It's interesting - there is a loose analogy to reproducible builds chasing
down and squashing every source of nondeterminacy in software builds. I'm
guessing that's not possible to do that for chip fabs for deep physics reasons
+ reasons of efficiency, but maybe some other trick (recording the "random
seed"?) could be used... And the thought that verified chips require a
verified chip fab process is appealing! But I know nothing about chip
fabrication processes, so I'll leave it at that.

------
ecesena
Related project: [https://betrusted.io](https://betrusted.io)

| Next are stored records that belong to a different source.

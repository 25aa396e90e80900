import { type ChildProcess, spawn } from 'node:child_process'
import { mkdtempSync, readdirSync, rmSync, symlinkSync, writeFileSync } from 'node:fs'
import { tmpdir } from 'node:os'
import { join } from 'node:path'
import { onTestFinished } from 'vitest'
import { ROOT } from '../sourceFiles.js'

const BIN = join(ROOT, 'bin', 'offblack.js')

export interface Outcome {
  readonly code: number | null
  readonly stdout: string
  readonly stderr: string
}

/** Runs the real command to its end. */
export function offblack(args: readonly string[], cwd: string, env: NodeJS.ProcessEnv = {}): Promise<Outcome> {
  return outcomeOf(startOffblack(args, cwd, env))
}

export function startOffblack(args: readonly string[], cwd: string, env: NodeJS.ProcessEnv = {}): ChildProcess {
  const { NO_COLOR: _, FORCE_COLOR: __, ...inherited } = process.env
  return spawn(process.execPath, [BIN, ...args], { cwd, env: { ...inherited, ...env } })
}

export function outcomeOf(child: ChildProcess): Promise<Outcome> {
  return new Promise((resolve) => {
    let stdout = ''
    let stderr = ''
    child.stdout?.setEncoding('utf8').on('data', (text) => {
      stdout += text
    })
    child.stderr?.setEncoding('utf8').on('data', (text) => {
      stderr += text
    })
    child.on('close', (code) => resolve({ code, stdout, stderr }))
  })
}

/** An empty folder for one test, with the demo stacks under `stacks/` and the files given. */
export function workFolder(files: Readonly<Record<string, string>> = {}): string {
  const folder = mkdtempSync(join(tmpdir(), 'offblack-test-'))
  onTestFinished(() => rmSync(folder, { recursive: true, force: true }))
  symlinkSync(join(ROOT, 'stacks'), join(folder, 'stacks'))
  for (const [name, text] of Object.entries(files)) writeFileSync(join(folder, name), text)
  return folder
}

/** Names in a work folder, but for the demo stacks. */
export function namesIn(folder: string): string[] {
  return readdirSync(folder)
    .filter((name) => name !== 'stacks')
    .sort()
}
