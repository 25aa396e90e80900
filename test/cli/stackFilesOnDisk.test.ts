import { mkdirSync, writeFileSync } from 'node:fs'
import { join } from 'node:path'
import { expect, test } from 'vitest'
import { stackFilesOnDisk } from '../../src/cli/stackFilesOnDisk.js'
import { InputError } from '../../src/stack/problem.js'
import { workFolder } from './offblack.js'

function filesBesideStack() {
  const folder = workFolder()
  mkdirSync(join(folder, 'films'))
  for (const name of ['half-b.yaml', 'half-a.yaml', 'quarter.yaml', '.half-hidden.yaml', 'half-a.yaml.bak']) {
    writeFileSync(join(folder, 'films', name), name)
  }
  return { folder, files: stackFilesOnDisk(join(folder, 'x.stack.yaml')) }
}

test('patterns list the files beside the stack file in order, hidden ones only when asked for', () => {
  const { folder, files } = filesBesideStack()
  expect(files.list('films/half-*.yaml')).toEqual(['films/half-a.yaml', 'films/half-b.yaml'])
  expect(files.list('f*/*a*.yaml')).toEqual(['films/half-a.yaml', 'films/half-b.yaml', 'films/quarter.yaml'])
  expect(files.list('films/.h*')).toEqual(['films/.half-hidden.yaml'])
  expect(files.list('films/quarter.yaml')).toEqual(['films/quarter.yaml'])
  expect(files.list(`${folder}/films/q*`)).toEqual([`${folder}/films/quarter.yaml`])
  expect(files.list('films/half-a.yaml*half-a.yaml')).toEqual([])
  expect(files.list('none/*.yaml')).toEqual([])
})

test('a pattern of many stars takes no longer for it', () => {
  const { folder, files } = filesBesideStack()
  writeFileSync(join(folder, 'a'.repeat(200)), '')
  const begun = performance.now()
  expect(files.list(`${'*a'.repeat(60)}*b`)).toEqual([])
  expect(performance.now() - begun).toBeLessThan(1000)
})

test('files are read without byte order mark; those that are not there are undefined', () => {
  const { folder, files } = filesBesideStack()
  writeFileSync(join(folder, 'bom.csv'), '\ufeff380,1')
  expect(files.read('bom.csv')).toBe('380,1')
  expect(files.read('films/../films/quarter.yaml')).toBe('quarter.yaml')
  expect(files.read('nowhere.csv')).toBeUndefined()
  expect(files.read('films/quarter.yaml/deeper')).toBeUndefined()
})

test('a file beyond the bound is refused with the bound', () => {
  const { folder, files } = filesBesideStack()
  writeFileSync(join(folder, 'large.csv'), Buffer.alloc(40 * 1024 * 1024, '1'))
  expect(() => files.read('large.csv')).toThrow(InputError)
  try {
    files.read('large.csv')
  } catch (error) {
    expect((error as InputError).problems[0]).toMatchObject({ received: '40 MB', allowed: 'at most 32 MB' })
  }
})
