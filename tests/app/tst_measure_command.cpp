// SPDX-License-Identifier: GPL-3.0-or-later
#include <QFile>
#include <QJsonArray>
#include <QJsonDocument>
#include <QJsonObject>
#include <QTemporaryDir>
#include <QTest>

#include <algorithm>
#include <limits>
#include <random>

#include "tests/app/program.h"
#include "tests/app/test_takes.h"

using namespace sinewright::tests;
using namespace Qt::StringLiterals;

namespace {

constexpr int kWav24 = SF_FORMAT_WAV | SF_FORMAT_PCM_24;
constexpr int kWavFloat = SF_FORMAT_WAV | SF_FORMAT_FLOAT;
constexpr int kFlac24 = SF_FORMAT_FLAC | SF_FORMAT_PCM_24;

const QStringList kKeys{u"schema"_s,      u"source"_s,      u"settings"_s,       u"status"_s,
                        u"warnings"_s,    u"frequencyHz"_s, u"frequencyStdHz"_s, u"levelDbfs"_s,
                        u"levelVrms"_s,   u"dcFs"_s,        u"thdPercent"_s,     u"thdDb"_s,
                        u"thdRPercent"_s, u"thdnPercent"_s, u"thdnDb"_s,         u"sinadDb"_s,
                        u"snrDb"_s,       u"noiseDbfs"_s,   u"harmonics"_s,      u"mainsHumDbc"_s};

QStringList sorted(QStringList list)
{
    list.sort();
    return list;
}

/// The one object of a run; empty when stdout holds anything else.
QJsonObject objectOf(const Ran& ran)
{
    return ran.output.count('\n') == 1 ? QJsonDocument::fromJson(ran.output).object()
                                       : QJsonObject();
}

double harmonicDbc(const QJsonObject& reading, int order)
{
    const QJsonArray harmonics = reading[u"harmonics"_s].toArray();
    for (const QJsonValue& harmonic : harmonics) {
        if (harmonic[u"order"_s].toInt() == order) {
            return harmonic[u"dbc"_s].toDouble();
        }
    }
    return std::numeric_limits<double>::quiet_NaN();
}

} // namespace
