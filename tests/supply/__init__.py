"""What is shipped: bounds of the dependencies, the wheel, the bill of materials."""
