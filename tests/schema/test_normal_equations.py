"""The adjustment's sums of squares, gradients and steps, against plain loops and numpy.

Cauchy's loss: Holland and Welsch 1977 (from memory): c²·log(1 + (r/c)²), weight 1/(1 + (r/c)²).
"""

from __future__ import annotations

import math

import numpy as np
import pytest

from motorfolio.schema.convention import Commutation
from motorfolio.schema.reconcile import adjust
from motorfolio.schema.reconcile.adjust import Fit, fit, misfit, relinearised
from motorfolio.schema.reconcile.equations import Equations, product
from motorfolio.schema.reconcile.model import FIGURES, INDEX, UNKNOWNS, P, Readings, ridge
from motorfolio.schema.reconcile.observed import observe
from motorfolio.schema.reconcile.problem import Problem

from .simulated_sheets import FULL, SERVO, make, put, single, spoil

BRUSHED, SINE = Commutation.BRUSHED, Commutation.SINUSOIDAL
MORE = (*FULL, "maximum_power", "rated_power", "rated_efficiency", "friction_torque")


def sheet(kind: Commutation = BRUSHED, n: int = 3, seed: int = 4) -> Problem:
    return observe(make(np.random.default_rng(seed), n, kind, SERVO if kind is SINE else MORE,
                        scatter=0.5).batch)  # fmt: skip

(announced towards the 2nd half of the post)

------
jacquesm
That may be so but if I have to choose between open source software and closed
software I know which one I trust more and I would assume the same goes for
open hardware, in spite of the difficulties of transferring trust at the
hardware level because of the parties over which you have no control. Of
course if your threat model includes parties changing the masks of your chips
then all bets are off but in general more openness is better and my implicit
trust in people working on open source software and hardware is at a different
level than the alternative.

If only because the ones seem to be driven by altruistic motives and the
alternatives have already been shown many times to be willing to sell their -
and your - soul to the devil for a price.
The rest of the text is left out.